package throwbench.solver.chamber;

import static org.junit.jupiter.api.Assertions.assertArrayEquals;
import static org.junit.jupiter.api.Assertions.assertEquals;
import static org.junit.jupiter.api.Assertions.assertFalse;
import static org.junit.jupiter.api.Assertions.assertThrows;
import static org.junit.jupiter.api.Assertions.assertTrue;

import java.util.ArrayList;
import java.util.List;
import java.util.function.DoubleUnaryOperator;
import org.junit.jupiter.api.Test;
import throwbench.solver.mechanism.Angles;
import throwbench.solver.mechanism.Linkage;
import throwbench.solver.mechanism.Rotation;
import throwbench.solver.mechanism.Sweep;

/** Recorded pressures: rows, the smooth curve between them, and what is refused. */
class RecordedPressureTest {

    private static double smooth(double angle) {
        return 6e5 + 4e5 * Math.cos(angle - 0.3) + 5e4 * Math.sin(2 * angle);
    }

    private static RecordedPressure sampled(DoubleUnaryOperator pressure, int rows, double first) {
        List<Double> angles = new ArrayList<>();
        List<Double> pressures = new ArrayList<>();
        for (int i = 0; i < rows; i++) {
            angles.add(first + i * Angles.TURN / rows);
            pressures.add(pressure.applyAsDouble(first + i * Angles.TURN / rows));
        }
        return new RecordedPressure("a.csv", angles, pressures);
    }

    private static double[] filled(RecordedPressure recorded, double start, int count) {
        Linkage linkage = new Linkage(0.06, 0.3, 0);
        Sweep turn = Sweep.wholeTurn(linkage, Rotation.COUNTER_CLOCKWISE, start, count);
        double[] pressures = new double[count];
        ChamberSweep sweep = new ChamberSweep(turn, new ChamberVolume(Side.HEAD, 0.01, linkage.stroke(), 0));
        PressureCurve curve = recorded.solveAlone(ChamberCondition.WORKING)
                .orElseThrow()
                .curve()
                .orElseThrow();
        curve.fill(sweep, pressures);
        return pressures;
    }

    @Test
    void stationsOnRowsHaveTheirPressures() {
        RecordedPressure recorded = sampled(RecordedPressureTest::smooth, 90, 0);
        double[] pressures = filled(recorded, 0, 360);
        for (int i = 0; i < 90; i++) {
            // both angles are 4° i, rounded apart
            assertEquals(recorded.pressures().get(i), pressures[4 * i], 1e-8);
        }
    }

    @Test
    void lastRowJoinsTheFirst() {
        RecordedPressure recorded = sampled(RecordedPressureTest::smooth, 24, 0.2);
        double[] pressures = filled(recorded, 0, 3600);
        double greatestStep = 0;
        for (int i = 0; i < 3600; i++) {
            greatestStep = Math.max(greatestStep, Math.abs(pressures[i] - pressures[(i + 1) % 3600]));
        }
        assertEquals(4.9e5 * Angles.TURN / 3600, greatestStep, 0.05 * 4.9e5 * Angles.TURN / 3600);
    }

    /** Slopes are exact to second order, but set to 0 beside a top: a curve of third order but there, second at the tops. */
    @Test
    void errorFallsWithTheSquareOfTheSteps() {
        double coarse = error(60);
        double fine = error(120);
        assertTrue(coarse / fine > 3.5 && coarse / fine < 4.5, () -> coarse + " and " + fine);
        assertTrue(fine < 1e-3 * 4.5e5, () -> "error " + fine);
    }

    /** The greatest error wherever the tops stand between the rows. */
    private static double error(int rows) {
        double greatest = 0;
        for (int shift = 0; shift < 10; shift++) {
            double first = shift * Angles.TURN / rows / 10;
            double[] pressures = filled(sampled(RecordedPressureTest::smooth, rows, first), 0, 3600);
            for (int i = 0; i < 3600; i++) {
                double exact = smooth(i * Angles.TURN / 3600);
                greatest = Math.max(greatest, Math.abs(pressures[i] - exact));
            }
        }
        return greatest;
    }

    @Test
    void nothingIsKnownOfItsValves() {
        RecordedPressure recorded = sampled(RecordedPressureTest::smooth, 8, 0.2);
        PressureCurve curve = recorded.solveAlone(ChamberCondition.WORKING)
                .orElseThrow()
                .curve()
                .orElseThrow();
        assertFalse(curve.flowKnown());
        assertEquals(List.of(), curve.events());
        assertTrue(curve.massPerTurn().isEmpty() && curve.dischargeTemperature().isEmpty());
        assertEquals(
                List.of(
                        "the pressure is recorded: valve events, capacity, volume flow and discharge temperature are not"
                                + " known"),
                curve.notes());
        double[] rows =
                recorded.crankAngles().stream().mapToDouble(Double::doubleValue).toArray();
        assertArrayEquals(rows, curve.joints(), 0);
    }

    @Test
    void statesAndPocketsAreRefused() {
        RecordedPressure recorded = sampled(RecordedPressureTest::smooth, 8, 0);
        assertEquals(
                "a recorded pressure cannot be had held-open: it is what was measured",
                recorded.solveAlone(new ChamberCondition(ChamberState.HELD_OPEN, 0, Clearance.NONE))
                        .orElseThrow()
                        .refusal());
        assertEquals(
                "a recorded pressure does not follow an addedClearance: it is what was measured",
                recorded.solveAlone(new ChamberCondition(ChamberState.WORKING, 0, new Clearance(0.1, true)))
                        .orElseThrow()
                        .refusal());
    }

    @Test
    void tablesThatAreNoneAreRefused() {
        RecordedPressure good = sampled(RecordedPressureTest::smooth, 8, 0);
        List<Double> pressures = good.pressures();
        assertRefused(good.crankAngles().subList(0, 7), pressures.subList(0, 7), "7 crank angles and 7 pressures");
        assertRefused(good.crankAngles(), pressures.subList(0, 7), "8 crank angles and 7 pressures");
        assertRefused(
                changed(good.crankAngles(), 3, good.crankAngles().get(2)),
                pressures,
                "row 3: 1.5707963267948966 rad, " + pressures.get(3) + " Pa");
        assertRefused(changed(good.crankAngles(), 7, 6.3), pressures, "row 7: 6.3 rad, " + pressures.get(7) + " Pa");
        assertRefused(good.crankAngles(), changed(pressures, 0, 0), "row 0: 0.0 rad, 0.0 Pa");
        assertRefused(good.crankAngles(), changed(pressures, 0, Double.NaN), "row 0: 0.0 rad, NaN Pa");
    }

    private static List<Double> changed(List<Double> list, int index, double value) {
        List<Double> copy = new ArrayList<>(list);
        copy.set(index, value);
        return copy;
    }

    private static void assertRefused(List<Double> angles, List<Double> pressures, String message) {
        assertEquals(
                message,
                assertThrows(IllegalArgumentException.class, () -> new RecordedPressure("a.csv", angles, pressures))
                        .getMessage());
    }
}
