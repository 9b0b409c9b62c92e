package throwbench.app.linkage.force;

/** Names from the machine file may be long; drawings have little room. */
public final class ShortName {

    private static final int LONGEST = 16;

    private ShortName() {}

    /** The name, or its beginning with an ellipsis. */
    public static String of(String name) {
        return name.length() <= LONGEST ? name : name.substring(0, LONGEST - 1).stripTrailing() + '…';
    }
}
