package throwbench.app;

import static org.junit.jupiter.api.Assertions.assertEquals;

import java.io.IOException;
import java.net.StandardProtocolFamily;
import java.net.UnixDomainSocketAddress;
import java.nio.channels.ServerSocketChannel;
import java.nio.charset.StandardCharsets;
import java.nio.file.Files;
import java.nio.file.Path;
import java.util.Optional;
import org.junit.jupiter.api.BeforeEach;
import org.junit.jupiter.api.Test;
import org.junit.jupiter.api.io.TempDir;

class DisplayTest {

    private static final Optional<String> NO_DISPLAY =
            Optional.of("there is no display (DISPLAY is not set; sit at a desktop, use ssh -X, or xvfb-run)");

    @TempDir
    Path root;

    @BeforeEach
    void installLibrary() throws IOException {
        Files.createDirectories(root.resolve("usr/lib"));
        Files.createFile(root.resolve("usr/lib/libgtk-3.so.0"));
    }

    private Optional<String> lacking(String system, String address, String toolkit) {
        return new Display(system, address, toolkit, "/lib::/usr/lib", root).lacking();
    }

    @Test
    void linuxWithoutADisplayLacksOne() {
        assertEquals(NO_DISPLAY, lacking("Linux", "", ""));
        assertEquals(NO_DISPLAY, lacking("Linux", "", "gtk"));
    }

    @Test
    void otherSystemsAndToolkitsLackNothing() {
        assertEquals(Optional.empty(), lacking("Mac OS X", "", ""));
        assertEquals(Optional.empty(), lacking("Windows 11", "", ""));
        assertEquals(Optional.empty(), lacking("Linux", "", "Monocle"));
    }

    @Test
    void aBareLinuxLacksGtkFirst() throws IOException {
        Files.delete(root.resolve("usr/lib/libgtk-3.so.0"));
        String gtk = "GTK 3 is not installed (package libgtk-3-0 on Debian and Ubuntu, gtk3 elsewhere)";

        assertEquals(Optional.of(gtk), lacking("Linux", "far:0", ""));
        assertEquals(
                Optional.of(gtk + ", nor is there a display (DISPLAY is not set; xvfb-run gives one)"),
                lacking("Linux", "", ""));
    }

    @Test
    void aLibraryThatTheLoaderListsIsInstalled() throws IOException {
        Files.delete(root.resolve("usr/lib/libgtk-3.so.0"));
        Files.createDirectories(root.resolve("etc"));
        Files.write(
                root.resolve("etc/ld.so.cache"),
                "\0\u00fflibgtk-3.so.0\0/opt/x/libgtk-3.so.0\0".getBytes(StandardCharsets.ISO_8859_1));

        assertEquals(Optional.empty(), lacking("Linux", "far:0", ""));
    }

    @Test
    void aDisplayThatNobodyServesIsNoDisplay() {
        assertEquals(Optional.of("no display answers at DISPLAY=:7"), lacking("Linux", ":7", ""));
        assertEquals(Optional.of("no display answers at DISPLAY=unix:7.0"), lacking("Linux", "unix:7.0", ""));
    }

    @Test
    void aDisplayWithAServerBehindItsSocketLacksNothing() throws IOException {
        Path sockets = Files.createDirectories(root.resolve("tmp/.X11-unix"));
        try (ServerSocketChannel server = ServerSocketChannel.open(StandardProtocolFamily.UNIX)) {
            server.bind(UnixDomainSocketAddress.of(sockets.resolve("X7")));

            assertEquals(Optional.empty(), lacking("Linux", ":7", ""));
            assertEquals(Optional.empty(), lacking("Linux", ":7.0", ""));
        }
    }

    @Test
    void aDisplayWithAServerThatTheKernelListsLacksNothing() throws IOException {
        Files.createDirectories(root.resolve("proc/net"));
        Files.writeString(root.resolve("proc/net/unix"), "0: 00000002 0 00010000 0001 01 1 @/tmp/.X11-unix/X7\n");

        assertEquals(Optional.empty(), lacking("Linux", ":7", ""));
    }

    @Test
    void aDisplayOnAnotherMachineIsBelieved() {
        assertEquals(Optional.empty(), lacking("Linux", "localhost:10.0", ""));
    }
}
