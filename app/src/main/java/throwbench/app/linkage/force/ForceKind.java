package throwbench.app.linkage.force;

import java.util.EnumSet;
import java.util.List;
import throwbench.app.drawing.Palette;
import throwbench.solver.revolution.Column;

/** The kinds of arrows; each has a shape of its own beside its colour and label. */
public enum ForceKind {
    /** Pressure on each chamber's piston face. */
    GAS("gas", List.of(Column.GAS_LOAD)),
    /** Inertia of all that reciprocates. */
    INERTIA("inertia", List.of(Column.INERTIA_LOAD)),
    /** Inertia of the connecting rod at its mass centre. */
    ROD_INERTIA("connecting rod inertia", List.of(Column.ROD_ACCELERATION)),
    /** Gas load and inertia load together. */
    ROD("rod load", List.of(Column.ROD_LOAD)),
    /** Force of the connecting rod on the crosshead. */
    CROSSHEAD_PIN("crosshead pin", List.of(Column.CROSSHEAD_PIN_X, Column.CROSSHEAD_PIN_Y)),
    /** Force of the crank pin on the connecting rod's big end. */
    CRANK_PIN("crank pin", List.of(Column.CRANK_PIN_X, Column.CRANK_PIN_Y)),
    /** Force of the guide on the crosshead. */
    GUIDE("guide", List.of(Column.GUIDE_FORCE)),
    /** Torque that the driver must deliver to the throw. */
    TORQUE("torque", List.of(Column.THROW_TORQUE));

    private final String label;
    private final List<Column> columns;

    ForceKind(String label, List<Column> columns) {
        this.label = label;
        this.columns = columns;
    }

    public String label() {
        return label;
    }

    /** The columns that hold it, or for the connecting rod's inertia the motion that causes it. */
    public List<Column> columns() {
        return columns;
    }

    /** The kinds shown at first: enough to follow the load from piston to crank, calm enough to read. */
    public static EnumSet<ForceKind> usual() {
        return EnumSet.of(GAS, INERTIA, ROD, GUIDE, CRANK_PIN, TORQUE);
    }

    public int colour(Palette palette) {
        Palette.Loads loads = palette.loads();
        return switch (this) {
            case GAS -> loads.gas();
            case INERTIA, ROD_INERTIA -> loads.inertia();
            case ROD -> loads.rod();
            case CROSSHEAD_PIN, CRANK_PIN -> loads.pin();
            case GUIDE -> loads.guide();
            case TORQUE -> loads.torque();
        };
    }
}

Instructions for the task:
Show the lines from the data above that contain the string "there".

Task result:
    /** Slopes are exact to second order, but set to 0 beside a top: a curve of third order but there, second at the tops. */
            Optional.of("there is no display (DISPLAY is not set; sit at a desktop, use ssh -X, or xvfb-run)");
                Optional.of(gtk + ", nor is there a display (DISPLAY is not set; xvfb-run gives one)"),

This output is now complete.